Anders als die transnationalen Verbindungen der Vergangenheit, die gefärbt waren durch Kosmopolitismus, sowie fortschrittlicher und sozialistischer Politik, sind diese Verbindungen dunkel und reaktionär, begründet durch Sektierertum. Dennoch, die Bevölkerung keines Landes in dieser Region kann heute behaupten, die umliegenden Gebiete seien ihr gleich. Wenn sich Diktatoren, Generäle und Terroristen über Landesgrenzen und Sprachbarrieren hinweg organisieren können, wieso können wir – die Bevölkerung – das nicht auch?

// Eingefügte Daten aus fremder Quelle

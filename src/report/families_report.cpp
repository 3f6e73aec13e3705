#include "report/families_report.hpp"

#include <fmt/format.h>

#include <algorithm>
#include <cmath>
#include <sstream>

#include "core/error.hpp"
#include "core/text.hpp"

namespace overtone {

namespace {

template <typename Points>
double highest_energy_cm1(const Points& points) {
  double highest = points.front().energy_cm1;
  for (const auto& point : points) highest = std::max(highest, point.energy_cm1);
  return highest;
}

// "ν2" (or "ν2,ν3") with the labels of an analysed molecule; "modes 2,3" without.
std::string modes_text(const std::vector<int>& numbers, const std::vector<ModeLabel>& modes) {
  if (modes.empty()) return fmt::format("modes {}", fmt::join(numbers, ","));
  std::vector<std::string> names;
  for (const int fundamental : fundamentals_of_mode_numbers(modes, numbers))
    names.push_back("ν" + std::to_string(fundamental));
  return fmt::format("{}", fmt::join(names, ","));
}

// Typographic species of the block with labels; the ASCII one the families carry without.
std::string species_text(const std::vector<int>& numbers, const std::string& species,
                         const std::vector<ModeLabel>& modes) {
  for (const ModeLabel& mode : modes)
    if (!numbers.empty() && mode.number == numbers.front() && !mode.display_species.empty())
      return mode.display_species;
  return species;
}

std::string copies_text(const FamilyType& type, bool short_form = false) {
  if (type.continuous_copies) return short_form ? "all orientations" : "one per orientation about the axis";
  std::string text = std::to_string(type.copies);
  if (type.time_reversal == TimeReversal::among_copies)
    text += " (both senses)";
  else if (type.time_reversal == TimeReversal::separate_partner)
    text += " + time-reversed";
  return text;
}

std::string phase_text(const PhasedElement& element) {
  if (element.numerator == 0) return element.label + " (same time)";
  return fmt::format("{} (+{}/{} period)", element.label, element.numerator, element.denominator);
}

const FamilyResult& family_at(const FamiliesResult& result, int index) {
  if (index < 0 || index >= static_cast<int>(result.families.size()))
    throw Error(
        fmt::format("family index {} is outside 0..{}", index, static_cast<int>(result.families.size()) - 1));
  return result.families[static_cast<std::size_t>(index)];
}
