"""The ``filmoptic`` command line: a thin layer over the Python API.

Sub-commands live in their own modules and are imported only when they run, so that
``filmoptic --help`` stays fast (numpy, scipy, matplotlib and colour-science are imported inside the
commands that use them).
"""

from __future__ import annotations

import importlib
import os
import sys

import click

__all__ = ["cli", "main"]

# name -> (module, attribute, one-line summary shown by --help without importing the module)
COMMANDS = {
    "spectrum": ("filmoptic.cli.spectrum", "spectrum", "Reflectance, transmittance and absorptance of a stack."),
    "color": ("filmoptic.cli.color", "color", "Colour and luminous values seen in reflection and transmission."),
    "sweep": ("filmoptic.cli.sweep", "sweep", "Colour and luminous values over a range of one layer's thickness."),
    "solve": ("filmoptic.cli.solve", "solve", "Find the thickness that meets a target or explains a reading."),
    "compare": ("filmoptic.cli.compare", "compare", "Compare candidate materials for the same target."),
    "rate": ("filmoptic.cli.rate", "rate", "Deposition rate from calibration runs, and time for the next run."),
    "fit": ("filmoptic.cli.fit", "fit", "Fit thickness and optical constants to measured spectra."),
    "materials": ("filmoptic.cli.materials", "materials", "List the optical-constant library, or show one material."),
    "demo": ("filmoptic.cli.demo", "demo", "Run the built-in worked example and write its tables and plots."),
}

CAUTION = (
    "Coating work involves high voltage, vacuum, process gases, hot sources and etchants: follow "
    "local codes and your equipment's instructions. Computed results are no substitute for certified "
    "measurement; never trust a computed filter for sun, welding or laser viewing."
)


class LazyGroup(click.Group):
    """A click group whose sub-commands are imported on first use."""

    def list_commands(self, ctx):
        return list(COMMANDS)

    def get_command(self, ctx, name):
        if name not in COMMANDS:
            return None
        module_name, attribute, _ = COMMANDS[name]
        return getattr(importlib.import_module(module_name), attribute)

    def format_commands(self, ctx, formatter):
        # Summaries come from the table above so that --help imports nothing.
        rows = [(name, summary) for name, (_, _, summary) in COMMANDS.items()]
        with formatter.section("Commands"):
            formatter.write_dl(rows)


@click.group(cls=LazyGroup, context_settings={"help_option_names": ["-h", "--help"]})
@click.version_option(package_name="filmoptic", prog_name="filmoptic")
def cli():
    """Thin-film optics for coaters.

    Compute what a coating stack reflects, transmits and absorbs; what colour it shows; how thick
    to make it to meet a target; how thick it came out from a cheap measurement; and how long to
    run next time. Stacks are written in the order light meets them, for example

        filmoptic spectrum "Ti 12nm / glass 3mm"

    Wavelengths and thicknesses are in nanometres unless a unit says otherwise; every command has
    --json for machine-readable output.

    \b
    Caution: coating work involves high voltage, vacuum, process gases, hot sources and
    etchants; follow local codes and your equipment's instructions. Results are computed, not
    measured: never trust a computed filter for sun, welding or laser viewing.
    """


def _one_line(message: str) -> str:
    return " ".join(str(message).split())


def main(argv=None) -> int:
    """Entry point of the ``filmoptic`` console script.

    User mistakes (click usage errors and :class:`filmoptic.errors.FilmopticError`) end with a
    single line on stderr and exit code 2, never a traceback. Set ``FILMOPTIC_DEBUG=1`` to see the
    traceback of an unexpected error.
    """
    args = sys.argv[1:] if argv is None else list(argv)
    try:
        rv = cli.main(args=args, prog_name="filmoptic", standalone_mode=False)
        return rv if isinstance(rv, int) else 0
    except click.exceptions.Exit as exc:
        return exc.exit_code
    except (click.exceptions.Abort, KeyboardInterrupt):
        click.echo("filmoptic: aborted", err=True)
        return 130
    except click.ClickException as exc:
        click.echo(f"filmoptic: error: {_one_line(exc.format_message())}", err=True)
        return 2
    except Exception as exc:  # noqa: BLE001 - the one place that turns errors into exit codes
        from filmoptic.errors import FilmopticError

        if isinstance(exc, FilmopticError):
            click.echo(f"filmoptic: error: {_one_line(exc)}", err=True)
            return 2
        if os.environ.get("FILMOPTIC_DEBUG"):
            raise
        click.echo(
            f"filmoptic: internal error: {type(exc).__name__}: {_one_line(exc)} "
            "(please report it; FILMOPTIC_DEBUG=1 shows the details)",
            err=True,
        )
        return 1


def _entry():  # pragma: no cover - exercised through the console script
    sys.exit(main())


if __name__ == "__main__":  # pragma: no cover
    _entry()
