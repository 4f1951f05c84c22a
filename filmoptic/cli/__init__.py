"""The ``filmoptic`` command line: a thin layer over the Python API.

Sub-commands live in their own modules and are imported only when they run, so that
``filmoptic --help`` stays fast (numpy, scipy, matplotlib and colour-science are imported inside the
commands that use them).
"""

from __future__ import annotations

import importlib
import os
import re
import sys
import warnings

import click

__all__ = ["cli", "main"]

# name -> (module, attribute, one-line summary shown by --help without importing the module)
COMMANDS = {
    "spectrum": ("filmoptic.cli.spectrum", "spectrum", "Reflectance, transmittance and absorptance of a stack."),
    "color": ("filmoptic.cli.color", "color", "Colour and luminous values seen in reflection and transmission."),
    "colour": ("filmoptic.cli.color", "color", "The same as color."),
    "sweep": ("filmoptic.cli.sweep", "sweep", "Colour and luminous values over a range of one layer's thickness."),
    "solve": ("filmoptic.cli.solve", "solve", "Find the thickness that meets a target or explains a reading."),
    "compare": ("filmoptic.cli.compare", "compare", "Compare candidate materials for the same target."),
    "rate": ("filmoptic.cli.rate", "rate", "Deposition rate from calibration runs, and time for the next run."),
    "fit": ("filmoptic.cli.fit", "fit", "Fit thickness and optical constants to measured spectra."),
    "anodize": ("filmoptic.cli.anodize", "anodize", "Colour of anodised Ti, Nb, Ta, Al, Zr against voltage, and back."),
    "anodise": ("filmoptic.cli.anodize", "anodize", "The same as anodize."),
    "heat-tint": ("filmoptic.cli.heat_tint", "heat_tint", "Temper and heat-tint colours of steel, stainless steel, copper."),
    "monitor": ("filmoptic.cli.monitor", "monitor", "Thickness, rate and time to stop from a live light signal."),
    "map": ("filmoptic.cli.map", "map_command", "Thickness and uniformity of a film from a photo of the part."),
    "design": ("filmoptic.cli.design", "design", "Design layers that meet goals, and the yield of a design."),
    "explore": ("filmoptic.cli.explore", "explore", "Write a page to play with a stack's thicknesses in a browser."),
    "materials": ("filmoptic.cli.materials", "materials", "List the optical-constant library, or show one material."),
    "demo": ("filmoptic.cli.demo", "demo", "Run the built-in worked example and write its tables and plots."),
}

CAUTION = (
    "Coating work involves high voltage, vacuum, process gases, hot sources and etchants: follow "
    "local codes and your equipment's instructions. Computed results are no substitute for certified "
    "measurement; never trust a computed filter for sun, welding or laser viewing."
)


# Options that name files the command writes. An output never replaces one of the command's inputs.
OUTPUT_OPTIONS = ("--csv", "--plot", "--swatch", "--chart", "--out", "--log", "--ab-plot")
# "file:" in a stack or material, in any letter case; the path runs to the next white space.
_FILE_IN_TEXT = re.compile(r"file:\s*(\S+)", re.IGNORECASE)


def _option_table(command):
    """Map every spelling of the command's options (``--wl``, ``--through-origin``) to the option."""
    return {
        opt: param
        for param in command.params if isinstance(param, click.Option)
        for opt in (*param.opts, *param.secondary_opts)
    }


def _input_candidates(text):
    """Paths a command-line value may name as an input: the value itself, any ``file:PATH`` (a
    path may hold brackets and parentheses, and inside a mix ends at ',' or ')'), and the part
    after a ``DURATION:`` (a solve file in ``--run 5min:run.json#2``)."""
    yield text
    for match in _FILE_IN_TEXT.finditer(text):
        path = match.group(1)
        yield path
        for end, ch in enumerate(path):
            if ch in ",)]":
                yield path[:end]
    head, colon, tail = text.partition(":")
    if colon and tail:
        yield tail
        yield tail.rsplit("#", 1)[0]


def check_arguments(command, args) -> None:
    """Refuse what click would let through silently: an option given twice (the first value
    would be dropped), both sides of an on/off switch, an empty output name, and an output
    file that is one of the command's own inputs (or another output) or would become a table of
    the user library folder.

    Existing files named on the command line are recorded as inputs of the run
    (:func:`filmoptic.files.note_input`), so the same rule is applied again when an output is
    written, together with every file the command actually read."""
    from filmoptic.files import input_conflict, input_guard, note_input, note_input_folder, same_file

    if "--help" in args or "-h" in args:
        return
    for token in args:
        if "\x00" in token:
            # No shell passes one (argv entries end at NUL), and no file name may hold one; the
            # operating system's calls would fail on it deep inside a command.
            shown = token.replace("\x00", "\\0")
            raise click.UsageError(f"'{shown[:60]}': a NUL character cannot be part of a value or a file name")
    table = _option_table(command)
    seen = {}          # option name -> how it was written
    outputs = []       # (option, path)
    inputs = []        # every other value on the line
    i = 0
    while i < len(args):
        token = args[i]
        if token == "--":
            inputs.extend(args[i + 1:])
            break
        name, eq, value = token.partition("=") if token.startswith("--") else (token, "", "")
        if name not in table:
            inputs.append(token)
            i += 1
            continue
        param = table[name]
        takes_value = not param.is_flag and not param.count
        if takes_value and not eq:
            value = args[i + 1] if i + 1 < len(args) else None
            i += 1
        i += 1
        if param.multiple:
            if takes_value and value is not None:
                if not value.strip():
                    raise click.UsageError(f"{name}: the value is empty")
                inputs.append(value)
            continue
        if param.name in seen:
            first = seen[param.name]
            if takes_value:
                raise click.UsageError(
                    f"{name} is given twice ({first} and {name} {value}); give it once"
                )
            if first.split()[0] != name:
                raise click.UsageError(f"{first} and {name} contradict each other; give one of them")
        seen[param.name] = f"{name} {value}" if takes_value else name
        if not takes_value or value is None:
            continue
        if not value.strip():
            # An empty value is an unset shell variable or a stray quote, never a request
            # (an empty path would even mean the current folder).
            what = "the file name" if name in OUTPUT_OPTIONS else "the value"
            raise click.UsageError(f"{name}: {what} is empty")
        if name in OUTPUT_OPTIONS:
            outputs.append((name, value))
        else:
            inputs.append(value)
    with input_guard():
        for text in inputs:
            for candidate in _input_candidates(text):
                candidate = os.path.expanduser(candidate)
                if candidate and os.path.isfile(candidate):
                    note_input(candidate)
        library = os.environ.get("FILMOPTIC_NKDATA", "").strip()
        if library:
            note_input_folder(library)      # the library reads its *.txt and *.nk files
        for index, (option, path) in enumerate(outputs):
            for other_option, other in outputs[:index]:
                if same_file(path, other) or os.path.abspath(path) == os.path.abspath(other):
                    raise click.UsageError(
                        f"{other_option} and {option} name the same file {path}; give each its own"
                    )
            reason = input_conflict(path)
            if reason:
                raise click.UsageError(
                    f"{option} {path}: {reason}; input files are never written, choose another file name"
                )


class LazyGroup(click.Group):
    """A click group whose sub-commands are imported on first use."""

    def resolve_command(self, ctx, args):
        if args and args[0] not in COMMANDS and not args[0].startswith("-"):
            import difflib

            close = difflib.get_close_matches(args[0].lower(), list(COMMANDS), n=1, cutoff=0.6)
            hint = f"; did you mean '{close[0]}'?" if close else f"; commands: {', '.join(COMMANDS)}"
            raise click.UsageError(f"no command '{args[0]}'{hint}")
        name, command, rest = super().resolve_command(ctx, args)
        if command is not None:
            check_arguments(command, list(rest))
        return name, command, rest

    def list_commands(self, ctx):
        return list(COMMANDS)

    def get_command(self, ctx, name):
        if name not in COMMANDS:
            return None
        module_name, attribute, _ = COMMANDS[name]
        return getattr(importlib.import_module(module_name), attribute)

    def format_commands(self, ctx, formatter):
        # Summaries come from the table above so that --help imports nothing.
        rows = [(name, summary) for name, (_, _, summary) in COMMANDS.items()]
        with formatter.section("Commands"):
            formatter.write_dl(rows)


@click.group(cls=LazyGroup, context_settings={"help_option_names": ["-h", "--help"]})
@click.version_option(package_name="filmoptic", prog_name="filmoptic")
def cli():
    """Thin-film optics for coaters.

    Compute what a coating stack reflects, transmits and absorbs; what colour it shows; how thick
    to make it to meet a target; how thick it came out from a cheap measurement; and how long to
    run next time. Stacks are written in the order light meets them, for example

        filmoptic spectrum "Ti 12nm / glass 3mm"

    Wavelengths and thicknesses are in nanometres unless a unit says otherwise; every command has
    --json for machine-readable output.

    \b
    Caution: coating work involves high voltage, vacuum, process gases, hot sources and
    etchants; follow local codes and your equipment's instructions. Results are computed, not
    measured: never trust a computed filter for sun, welding or laser viewing.
    """


def _one_line(message: str) -> str:
    return " ".join(str(message).split())


def main(argv=None) -> int:
    """Entry point of the ``filmoptic`` console script.

    User mistakes (click usage errors and :class:`filmoptic.errors.FilmopticError`) end with a
    single line on stderr and exit code 2, never a traceback. Set ``FILMOPTIC_DEBUG=1`` to see the
    traceback of an unexpected error.
    """
    from filmoptic.files import input_guard
    from filmoptic.limits import work_budget
    from filmoptic.notes import collecting

    args = sys.argv[1:] if argv is None else list(argv)
    with warnings.catch_warnings(), input_guard(), work_budget(), collecting() as notes:
        warnings.showwarning = _show_warning
        code = _run(args)
    if code == 0:
        # How files were read and which defaults were taken: after the output, on stderr.
        for kind, line in notes:
            click.echo(f"filmoptic: {kind}: {line}", err=True)
    return code


def _show_warning(message, category, filename, lineno, file=None, line=None) -> None:
    """Warnings meant for the user (e.g. held end values with --extrapolate) as one line each.

    numpy's floating-point warnings ("overflow encountered in …") are not for the user: every
    input is validated and every result checked before it is shown, so they carry no news, and
    their text would read as a failure. ``FILMOPTIC_DEBUG=1`` shows them for developers.
    """
    if issubclass(category, RuntimeWarning) and not os.environ.get("FILMOPTIC_DEBUG"):
        return
    from filmoptic.notes import warn

    # Printed after the command's output, and only when it succeeds: a mistake stays one line.
    warn(_one_line(message))


def _run(args) -> int:
    try:
        rv = cli.main(args=args, prog_name="filmoptic", standalone_mode=False)
        return rv if isinstance(rv, int) else 0
    except click.exceptions.Exit as exc:
        return exc.exit_code
    except (click.exceptions.Abort, KeyboardInterrupt):
        click.echo("filmoptic: aborted", err=True)
        return 130
    except click.exceptions.NoArgsIsHelpError as exc:
        # 'filmoptic' alone: show the overview as --help does, not squeezed into an error line.
        click.echo(exc.ctx.get_help() if exc.ctx is not None else exc.format_message())
        return 0
    except click.ClickException as exc:
        click.echo(f"filmoptic: error: {_one_line(exc.format_message())}", err=True)
        return 2
    except OSError as exc:
        # A file or folder the system refuses (permissions, a full disk, a folder where a file
        # was expected): something the user can fix, so one line and exit code 2.
        where = f"{exc.filename}: " if exc.filename else ""
        click.echo(f"filmoptic: error: {where}{_one_line(exc.strerror or exc)}", err=True)
        return 2
    except Exception as exc:  # noqa: BLE001 - the one place that turns errors into exit codes
        from filmoptic.errors import FilmopticError

        if isinstance(exc, FilmopticError):
            click.echo(f"filmoptic: error: {_one_line(exc)}", err=True)
            return 2
        if os.environ.get("FILMOPTIC_DEBUG"):
            raise
        click.echo(
            f"filmoptic: internal error: {type(exc).__name__}: {_one_line(exc)} "
            "(please report it; FILMOPTIC_DEBUG=1 shows the details)",
            err=True,
        )
        return 1


def _entry():  # pragma: no cover - exercised through the console script
    sys.exit(main())


if __name__ == "__main__":  # pragma: no cover
    _entry()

Unsere Literaten und Medienberichterstatter werden hier mit einer historischen Aufgabe konfrontiert: Die Schaffung kosmopolitischer Brücken durch die gesamte Region. Dies ist weit mehr als nur ein einfacher Austausch von Nachrichten und Literatur, sondern auch eine gewaltige erkenntnistheoretische Herausforderung. Dem gerecht zu werden ist unmöglich, wenn man nicht auch dem bösen Zwilling des islamischen Salafismus und Fundamentalismus und dem, was der verstorbene iranische Autor Jalal Ale Ahmad einmal Gharbzadegi (oder Verwestlichung), einer naiven Imitation alles Westlichen, genannt hat, entgegenwirkt.

Wir müssen die Geschichte des gemeinsamen Universums, das wir einst bewohnt haben, ausgraben und wiederentdecken – von Sarajevo bis Peshawar, von Samarkand bis Khartoum. Wir müssen die Lehre und Literatur, die auf den Realitäten unserer Region basiert und die auf dem transnationalen Austausch zwischen unseren Ländern aufgebaut ist, weiterentwickeln.

Solch ein Projekt erscheint beeindruckend und gewaltig, aber Istanbul ist sicherlich ein guter Ort um damit anzufangen.